EXERCISE — Find the line containing "season = sum(par[2" in the records below. Copy exactly that line and each one after it, ending at the line containing "t = len(resid)", and nothing more.

[Extracted data entries]
===============
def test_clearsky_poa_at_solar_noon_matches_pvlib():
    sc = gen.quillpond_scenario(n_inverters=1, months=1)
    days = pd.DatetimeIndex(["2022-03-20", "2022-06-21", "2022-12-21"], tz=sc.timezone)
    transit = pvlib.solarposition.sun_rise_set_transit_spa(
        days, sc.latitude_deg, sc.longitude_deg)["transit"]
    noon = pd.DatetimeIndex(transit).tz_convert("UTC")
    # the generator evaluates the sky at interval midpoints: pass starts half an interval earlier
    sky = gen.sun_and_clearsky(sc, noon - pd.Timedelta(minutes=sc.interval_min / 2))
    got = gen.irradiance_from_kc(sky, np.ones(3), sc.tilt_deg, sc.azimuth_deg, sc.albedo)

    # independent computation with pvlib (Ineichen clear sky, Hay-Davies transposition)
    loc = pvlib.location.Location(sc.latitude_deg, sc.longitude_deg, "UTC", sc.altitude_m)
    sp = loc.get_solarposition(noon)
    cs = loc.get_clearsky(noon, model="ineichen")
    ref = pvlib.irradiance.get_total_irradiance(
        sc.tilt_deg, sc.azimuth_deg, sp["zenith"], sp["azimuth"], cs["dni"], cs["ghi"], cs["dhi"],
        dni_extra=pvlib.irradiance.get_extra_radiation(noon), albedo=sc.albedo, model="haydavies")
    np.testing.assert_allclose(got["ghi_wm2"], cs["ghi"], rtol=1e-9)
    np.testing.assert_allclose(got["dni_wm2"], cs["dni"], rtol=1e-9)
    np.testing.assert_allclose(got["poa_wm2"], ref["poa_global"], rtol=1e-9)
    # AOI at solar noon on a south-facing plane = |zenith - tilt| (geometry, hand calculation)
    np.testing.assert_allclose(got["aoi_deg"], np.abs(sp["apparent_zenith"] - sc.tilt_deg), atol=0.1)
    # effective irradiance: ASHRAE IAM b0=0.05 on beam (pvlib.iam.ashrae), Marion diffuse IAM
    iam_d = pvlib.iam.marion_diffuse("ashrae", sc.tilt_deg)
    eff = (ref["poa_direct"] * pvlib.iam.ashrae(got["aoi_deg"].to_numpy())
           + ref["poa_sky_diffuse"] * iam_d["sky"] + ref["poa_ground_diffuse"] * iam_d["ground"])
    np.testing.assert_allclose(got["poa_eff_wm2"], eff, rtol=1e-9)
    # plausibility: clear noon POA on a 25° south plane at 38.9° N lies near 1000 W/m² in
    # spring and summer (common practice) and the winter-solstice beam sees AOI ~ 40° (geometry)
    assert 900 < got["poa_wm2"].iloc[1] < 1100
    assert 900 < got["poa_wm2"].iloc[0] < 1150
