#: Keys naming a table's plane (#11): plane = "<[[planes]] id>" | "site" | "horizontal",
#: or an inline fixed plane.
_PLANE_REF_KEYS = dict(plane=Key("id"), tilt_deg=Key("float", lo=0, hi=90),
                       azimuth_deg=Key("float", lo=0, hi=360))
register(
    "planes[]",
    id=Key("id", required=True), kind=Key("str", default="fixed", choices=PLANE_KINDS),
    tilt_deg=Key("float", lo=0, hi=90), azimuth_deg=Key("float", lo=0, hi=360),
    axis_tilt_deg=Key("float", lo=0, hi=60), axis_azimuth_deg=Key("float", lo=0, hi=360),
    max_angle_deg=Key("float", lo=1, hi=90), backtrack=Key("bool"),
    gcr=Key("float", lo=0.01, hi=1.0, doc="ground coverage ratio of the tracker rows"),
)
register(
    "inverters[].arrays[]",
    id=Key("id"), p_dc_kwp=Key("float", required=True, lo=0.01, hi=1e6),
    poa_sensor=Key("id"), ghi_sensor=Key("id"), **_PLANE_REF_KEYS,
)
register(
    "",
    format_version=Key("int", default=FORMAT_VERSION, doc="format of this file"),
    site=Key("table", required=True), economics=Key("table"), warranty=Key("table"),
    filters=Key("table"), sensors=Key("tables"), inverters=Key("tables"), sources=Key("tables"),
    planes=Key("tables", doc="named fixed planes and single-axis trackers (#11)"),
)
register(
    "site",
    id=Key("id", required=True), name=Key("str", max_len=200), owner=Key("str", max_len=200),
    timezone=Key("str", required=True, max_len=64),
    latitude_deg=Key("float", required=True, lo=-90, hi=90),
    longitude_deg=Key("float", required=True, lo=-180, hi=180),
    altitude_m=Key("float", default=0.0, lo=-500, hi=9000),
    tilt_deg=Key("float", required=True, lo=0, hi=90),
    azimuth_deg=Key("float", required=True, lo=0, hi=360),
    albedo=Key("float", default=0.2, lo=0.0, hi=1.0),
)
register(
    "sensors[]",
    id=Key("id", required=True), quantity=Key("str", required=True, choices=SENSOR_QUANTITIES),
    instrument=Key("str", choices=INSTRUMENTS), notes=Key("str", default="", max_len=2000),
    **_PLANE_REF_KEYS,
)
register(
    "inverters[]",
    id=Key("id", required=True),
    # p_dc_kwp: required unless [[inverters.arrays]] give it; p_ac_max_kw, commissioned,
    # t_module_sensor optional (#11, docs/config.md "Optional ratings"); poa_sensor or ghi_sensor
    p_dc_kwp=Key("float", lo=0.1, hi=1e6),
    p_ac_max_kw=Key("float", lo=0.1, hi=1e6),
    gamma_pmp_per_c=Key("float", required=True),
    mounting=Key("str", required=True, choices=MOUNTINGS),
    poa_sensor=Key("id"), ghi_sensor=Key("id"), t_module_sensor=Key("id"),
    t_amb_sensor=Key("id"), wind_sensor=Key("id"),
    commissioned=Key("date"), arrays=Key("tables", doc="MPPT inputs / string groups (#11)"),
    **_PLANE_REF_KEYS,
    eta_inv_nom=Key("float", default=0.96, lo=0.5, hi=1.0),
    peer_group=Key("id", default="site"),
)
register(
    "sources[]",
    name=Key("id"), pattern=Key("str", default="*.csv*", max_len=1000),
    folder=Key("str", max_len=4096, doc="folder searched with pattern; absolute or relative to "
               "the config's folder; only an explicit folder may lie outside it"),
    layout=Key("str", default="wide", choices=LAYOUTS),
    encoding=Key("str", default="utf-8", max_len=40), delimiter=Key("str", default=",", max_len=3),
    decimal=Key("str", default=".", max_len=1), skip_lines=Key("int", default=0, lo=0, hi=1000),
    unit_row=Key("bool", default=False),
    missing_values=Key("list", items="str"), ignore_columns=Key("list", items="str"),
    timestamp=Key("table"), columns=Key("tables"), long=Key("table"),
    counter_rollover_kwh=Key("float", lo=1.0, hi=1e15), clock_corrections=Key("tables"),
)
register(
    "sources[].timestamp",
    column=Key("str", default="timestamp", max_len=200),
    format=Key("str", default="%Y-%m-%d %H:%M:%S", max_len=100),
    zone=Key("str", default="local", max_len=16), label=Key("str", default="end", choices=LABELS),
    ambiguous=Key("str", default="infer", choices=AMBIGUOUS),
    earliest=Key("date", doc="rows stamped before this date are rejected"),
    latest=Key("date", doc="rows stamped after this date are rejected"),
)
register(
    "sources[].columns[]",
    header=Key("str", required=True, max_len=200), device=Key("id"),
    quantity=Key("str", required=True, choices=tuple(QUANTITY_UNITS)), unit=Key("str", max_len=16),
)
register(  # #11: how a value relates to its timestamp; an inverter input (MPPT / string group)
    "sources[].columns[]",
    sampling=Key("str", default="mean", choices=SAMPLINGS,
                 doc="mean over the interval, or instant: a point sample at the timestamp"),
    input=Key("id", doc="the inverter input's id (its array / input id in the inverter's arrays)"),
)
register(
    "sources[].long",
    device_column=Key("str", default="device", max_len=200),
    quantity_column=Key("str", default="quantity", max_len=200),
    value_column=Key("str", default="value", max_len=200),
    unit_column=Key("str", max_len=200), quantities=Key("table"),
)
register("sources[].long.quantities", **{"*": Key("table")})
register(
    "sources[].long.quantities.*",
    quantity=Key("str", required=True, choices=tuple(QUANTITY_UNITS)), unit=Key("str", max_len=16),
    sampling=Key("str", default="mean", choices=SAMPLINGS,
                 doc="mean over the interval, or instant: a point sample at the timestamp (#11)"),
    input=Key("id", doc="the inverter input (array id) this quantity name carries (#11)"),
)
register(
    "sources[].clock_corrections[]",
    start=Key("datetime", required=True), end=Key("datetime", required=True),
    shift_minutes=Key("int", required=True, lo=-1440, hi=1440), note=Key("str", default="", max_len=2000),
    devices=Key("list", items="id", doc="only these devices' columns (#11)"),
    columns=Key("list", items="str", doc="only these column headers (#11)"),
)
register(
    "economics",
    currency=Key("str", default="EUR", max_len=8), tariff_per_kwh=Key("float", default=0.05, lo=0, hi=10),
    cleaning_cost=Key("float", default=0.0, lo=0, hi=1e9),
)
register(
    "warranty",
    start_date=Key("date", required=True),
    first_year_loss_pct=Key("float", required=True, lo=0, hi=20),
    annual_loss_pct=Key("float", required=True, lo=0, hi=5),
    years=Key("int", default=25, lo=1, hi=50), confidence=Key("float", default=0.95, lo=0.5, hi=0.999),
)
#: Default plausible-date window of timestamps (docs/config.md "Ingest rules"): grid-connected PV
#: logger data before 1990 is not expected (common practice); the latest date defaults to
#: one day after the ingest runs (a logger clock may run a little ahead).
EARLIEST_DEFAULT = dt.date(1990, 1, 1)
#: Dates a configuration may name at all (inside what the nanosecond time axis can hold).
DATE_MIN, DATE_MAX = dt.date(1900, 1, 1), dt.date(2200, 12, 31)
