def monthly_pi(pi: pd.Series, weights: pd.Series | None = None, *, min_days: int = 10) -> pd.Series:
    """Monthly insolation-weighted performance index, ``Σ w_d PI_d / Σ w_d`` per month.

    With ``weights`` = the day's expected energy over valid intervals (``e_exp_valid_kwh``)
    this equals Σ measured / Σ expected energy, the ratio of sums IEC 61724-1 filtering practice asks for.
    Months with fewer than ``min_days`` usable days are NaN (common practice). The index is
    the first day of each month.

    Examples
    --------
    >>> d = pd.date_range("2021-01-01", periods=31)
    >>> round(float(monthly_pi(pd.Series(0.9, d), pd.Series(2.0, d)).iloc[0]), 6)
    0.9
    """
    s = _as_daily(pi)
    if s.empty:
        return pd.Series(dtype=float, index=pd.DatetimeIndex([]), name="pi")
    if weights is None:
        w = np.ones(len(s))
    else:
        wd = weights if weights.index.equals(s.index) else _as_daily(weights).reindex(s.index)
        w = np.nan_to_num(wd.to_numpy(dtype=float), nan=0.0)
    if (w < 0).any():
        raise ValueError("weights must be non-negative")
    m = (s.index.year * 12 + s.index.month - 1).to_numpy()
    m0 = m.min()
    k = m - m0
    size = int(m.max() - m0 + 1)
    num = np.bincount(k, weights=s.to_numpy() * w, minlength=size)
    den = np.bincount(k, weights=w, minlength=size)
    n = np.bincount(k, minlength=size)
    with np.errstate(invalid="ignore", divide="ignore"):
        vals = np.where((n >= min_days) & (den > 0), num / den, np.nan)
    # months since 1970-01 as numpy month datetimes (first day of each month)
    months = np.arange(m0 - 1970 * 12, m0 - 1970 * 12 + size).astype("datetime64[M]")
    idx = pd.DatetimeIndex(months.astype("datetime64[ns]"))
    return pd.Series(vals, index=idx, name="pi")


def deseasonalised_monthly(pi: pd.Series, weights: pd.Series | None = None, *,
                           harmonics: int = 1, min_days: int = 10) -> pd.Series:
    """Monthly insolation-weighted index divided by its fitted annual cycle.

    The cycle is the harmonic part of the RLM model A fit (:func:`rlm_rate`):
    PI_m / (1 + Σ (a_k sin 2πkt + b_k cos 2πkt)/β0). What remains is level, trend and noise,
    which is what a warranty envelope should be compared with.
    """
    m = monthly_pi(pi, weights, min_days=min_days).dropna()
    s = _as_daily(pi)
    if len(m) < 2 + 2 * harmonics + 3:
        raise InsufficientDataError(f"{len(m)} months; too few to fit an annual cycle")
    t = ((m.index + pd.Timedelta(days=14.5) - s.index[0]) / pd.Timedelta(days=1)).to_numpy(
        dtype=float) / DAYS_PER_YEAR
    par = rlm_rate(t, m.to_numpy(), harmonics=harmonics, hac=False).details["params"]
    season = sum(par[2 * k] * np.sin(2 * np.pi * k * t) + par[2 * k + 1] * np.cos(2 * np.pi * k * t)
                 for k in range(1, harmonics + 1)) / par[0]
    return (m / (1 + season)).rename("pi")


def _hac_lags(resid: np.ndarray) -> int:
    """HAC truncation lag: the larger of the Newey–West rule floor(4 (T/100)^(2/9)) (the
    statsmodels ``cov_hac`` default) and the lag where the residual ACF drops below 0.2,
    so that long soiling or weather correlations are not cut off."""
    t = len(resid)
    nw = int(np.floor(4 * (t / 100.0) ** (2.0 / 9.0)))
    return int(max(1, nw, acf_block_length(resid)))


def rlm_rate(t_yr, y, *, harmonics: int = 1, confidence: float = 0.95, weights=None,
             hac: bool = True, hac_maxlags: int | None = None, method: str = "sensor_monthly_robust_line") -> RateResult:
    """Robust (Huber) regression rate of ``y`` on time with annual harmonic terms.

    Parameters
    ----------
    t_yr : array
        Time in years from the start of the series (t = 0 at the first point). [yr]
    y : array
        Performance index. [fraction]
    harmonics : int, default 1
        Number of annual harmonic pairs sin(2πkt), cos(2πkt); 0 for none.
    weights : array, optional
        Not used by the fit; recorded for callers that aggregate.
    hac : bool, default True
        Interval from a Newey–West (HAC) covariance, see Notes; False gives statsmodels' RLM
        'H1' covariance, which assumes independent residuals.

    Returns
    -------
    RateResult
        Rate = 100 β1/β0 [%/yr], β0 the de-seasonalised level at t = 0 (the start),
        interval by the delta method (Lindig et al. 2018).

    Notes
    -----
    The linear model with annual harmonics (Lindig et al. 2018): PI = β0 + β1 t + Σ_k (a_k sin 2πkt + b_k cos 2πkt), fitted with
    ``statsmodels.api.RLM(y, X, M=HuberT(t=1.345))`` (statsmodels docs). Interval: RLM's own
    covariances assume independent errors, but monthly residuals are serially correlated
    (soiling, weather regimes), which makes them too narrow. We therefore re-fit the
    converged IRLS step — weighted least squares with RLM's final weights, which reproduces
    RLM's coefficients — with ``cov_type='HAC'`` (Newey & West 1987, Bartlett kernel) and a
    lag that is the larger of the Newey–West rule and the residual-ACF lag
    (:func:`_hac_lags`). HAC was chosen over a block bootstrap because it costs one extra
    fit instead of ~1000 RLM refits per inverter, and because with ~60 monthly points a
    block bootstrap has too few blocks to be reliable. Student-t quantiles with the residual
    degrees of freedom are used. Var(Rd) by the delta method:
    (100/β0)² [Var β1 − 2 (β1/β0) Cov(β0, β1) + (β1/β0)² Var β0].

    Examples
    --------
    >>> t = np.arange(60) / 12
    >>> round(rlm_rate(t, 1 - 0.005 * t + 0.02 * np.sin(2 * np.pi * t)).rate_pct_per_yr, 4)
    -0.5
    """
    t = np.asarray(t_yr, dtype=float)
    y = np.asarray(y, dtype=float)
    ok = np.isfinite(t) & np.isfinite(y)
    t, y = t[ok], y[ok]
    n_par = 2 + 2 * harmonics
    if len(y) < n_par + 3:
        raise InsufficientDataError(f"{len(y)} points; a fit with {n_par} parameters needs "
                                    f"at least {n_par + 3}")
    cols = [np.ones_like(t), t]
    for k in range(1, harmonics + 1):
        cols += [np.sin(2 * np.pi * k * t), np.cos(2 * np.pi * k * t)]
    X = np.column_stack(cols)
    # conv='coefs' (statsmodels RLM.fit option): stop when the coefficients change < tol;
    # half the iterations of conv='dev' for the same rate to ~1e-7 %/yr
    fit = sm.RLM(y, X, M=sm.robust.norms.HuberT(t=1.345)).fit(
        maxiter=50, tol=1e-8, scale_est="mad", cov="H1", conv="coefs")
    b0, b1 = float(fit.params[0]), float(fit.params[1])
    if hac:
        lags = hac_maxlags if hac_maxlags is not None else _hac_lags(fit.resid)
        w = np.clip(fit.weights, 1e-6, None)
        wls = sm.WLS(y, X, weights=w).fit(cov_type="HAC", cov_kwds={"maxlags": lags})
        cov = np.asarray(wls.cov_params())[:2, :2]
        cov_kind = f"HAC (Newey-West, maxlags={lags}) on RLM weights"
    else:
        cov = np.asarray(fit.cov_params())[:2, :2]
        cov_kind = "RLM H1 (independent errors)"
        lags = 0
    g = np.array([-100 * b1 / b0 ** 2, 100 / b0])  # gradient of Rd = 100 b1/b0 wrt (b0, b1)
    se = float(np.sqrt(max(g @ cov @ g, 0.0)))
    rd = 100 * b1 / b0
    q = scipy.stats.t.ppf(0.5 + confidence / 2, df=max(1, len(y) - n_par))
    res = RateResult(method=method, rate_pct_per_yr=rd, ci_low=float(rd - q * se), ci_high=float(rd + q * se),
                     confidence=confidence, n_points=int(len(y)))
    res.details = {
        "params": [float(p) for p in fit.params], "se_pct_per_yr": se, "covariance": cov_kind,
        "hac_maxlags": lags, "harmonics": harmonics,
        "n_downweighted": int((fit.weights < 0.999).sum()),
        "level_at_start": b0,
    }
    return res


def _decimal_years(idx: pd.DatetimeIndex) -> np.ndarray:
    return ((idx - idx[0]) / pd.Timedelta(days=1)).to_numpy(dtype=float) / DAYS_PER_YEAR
===============
EXERCISE RESULT —
    season = sum(par[2 * k] * np.sin(2 * np.pi * k * t) + par[2 * k + 1] * np.cos(2 * np.pi * k * t)
                 for k in range(1, harmonics + 1)) / par[0]
    return (m / (1 + season)).rename("pi")


def _hac_lags(resid: np.ndarray) -> int:
    """HAC truncation lag: the larger of the Newey–West rule floor(4 (T/100)^(2/9)) (the
    statsmodels ``cov_hac`` default) and the lag where the residual ACF drops below 0.2,
    so that long soiling or weather correlations are not cut off."""
    t = len(resid)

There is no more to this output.